The Cheltenham town coat of arms bears the motto Salubritas et Eruditio – “health and education”. Not necessarily the first two things that spring to mind about the town today, but for the first half of the 19th century this little parcel of land just off the High Street in the town centre was an important epicentre of both. The tiny street now called Jenner Walk was packed with private academies for young ladies and named after the man who rid the world of smallpox.

Dr Edward Jenner (1749-1823) is well documented elsewhere, so there is no need for me to go into a detailed biography. A native of Berkeley, Gloucestershire, he was an early pioneer of vaccination whose most spectacular achievement was to eradicate smallpox, which had until that time been a widespread and seriously devastating disease. He has a museum dedicated to him at his former home in Berkeley, and their website has lots of interesting information about his life and work. Although his birthplace was always where his heart was, and his pioneering work also led him to establish medical practices in London, he spent some 25 years living during the summer season in Cheltenham, where he owned a house (later two houses and a garden) in St George’s Place. It was from this house that the smallpox vaccine was sent out around the world – and such was Jenner’s humanitarian spirit he administered it free of charge to the poor. The narrow street was frequently crowded with up to 300 people a day clamouring for his services.
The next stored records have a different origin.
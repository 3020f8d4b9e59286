import KDBush from 'kdbush';

/**
 * A linear data → pixel map of one plot view: `px = ox + (x − xLo) · sx`, `py = oy + (y − yLo) · sy`
 * (pixels inside the plot area; sx or sy negative where an axis runs the other way).
 */
export interface PixelMap {
  xLo: number;
  yLo: number;
  sx: number;
  sy: number;
  ox: number;
  oy: number;
}

/**
 * Finds the point nearest a pixel on screen among flat arrays of data coordinates. The KD-tree is
 * built once over the data (points with a NaN are left out); each query asks it for the points
 * in the data-space box that a `radiusPx` square around the pixel covers in the current view,
 * then measures those in pixels, so the answer is the nearest on screen whatever the zoom or the
 * aspect of the axes.
 */
export class NearestPicker {
  private readonly index: KDBush | null;
  /** Position in xs/ys of each point the tree holds. */
  private readonly source: Uint32Array;

  constructor(
    private readonly xs: ArrayLike<number>,
    private readonly ys: ArrayLike<number>,
  ) {
    if (xs.length !== ys.length)
      throw new RangeError(`NearestPicker: xs has ${xs.length} values, ys ${ys.length}`);
    const kept: number[] = [];
    for (let i = 0; i < xs.length; i++) if (xs[i] === xs[i] && ys[i] === ys[i]) kept.push(i);
    this.source = Uint32Array.from(kept);
    if (kept.length === 0) {
      this.index = null;
      return;
    }
    const index = new KDBush(kept.length);
    for (const i of kept) index.add(xs[i], ys[i]);
    this.index = index.finish();
  }

  /**
   * The position (in xs/ys) of the point whose pixel lies nearest (qxPx, qyPx) and at most
   * `radiusPx` away, or −1. Ties go to the earlier point.
   */
  nearest(map: PixelMap, qxPx: number, qyPx: number, radiusPx: number): number {
    if (!this.index || !(radiusPx >= 0)) return -1;
    const xa = map.xLo + (qxPx - radiusPx - map.ox) / map.sx;
    const xb = map.xLo + (qxPx + radiusPx - map.ox) / map.sx;
    const ya = map.yLo + (qyPx - radiusPx - map.oy) / map.sy;
    const yb = map.yLo + (qyPx + radiusPx - map.oy) / map.sy;
    let best = -1;
    let bestD2 = radiusPx * radiusPx;
    for (const k of this.index.range(
      Math.min(xa, xb),
      Math.min(ya, yb),
      Math.max(xa, xb),
      Math.max(ya, yb),
    )) {
      const i = this.source[k];
      const dx = map.ox + (this.xs[i] - map.xLo) * map.sx - qxPx;
      const dy = map.oy + (this.ys[i] - map.yLo) * map.sy - qyPx;
      const d2 = dx * dx + dy * dy;
      if (d2 < bestD2 || (d2 === bestD2 && (best === -1 || i < best))) {
        bestD2 = d2;
        best = i;
      }
    }
    return best;
  }
}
Jenner House, sadly, was demolished along with its immediate neighbour in 1970 after several years’ tussle with the council and despite a high-profile campaign which found its way into the national newspapers. The house had fallen into poor condition, but the moronic decision not to save it has been so lamented ever since that in 1994 a replica was constructed on its site. This has a special personal significance for me, because in the early 1990s I was living in St George’s Place (in a Regency house built in Dr Jenner’s garden) right opposite the site of Jenner House. My top-floor flat overlooked the yawning gap where the house had been, which was then occupied by an ugly scrubby overgrown car park where only the tatty remains of a brick wall survived from this historic property. Although the rebuilt houses only match the originals in their facades, they look pretty close – and whoever lives in my flat now has a much nicer view.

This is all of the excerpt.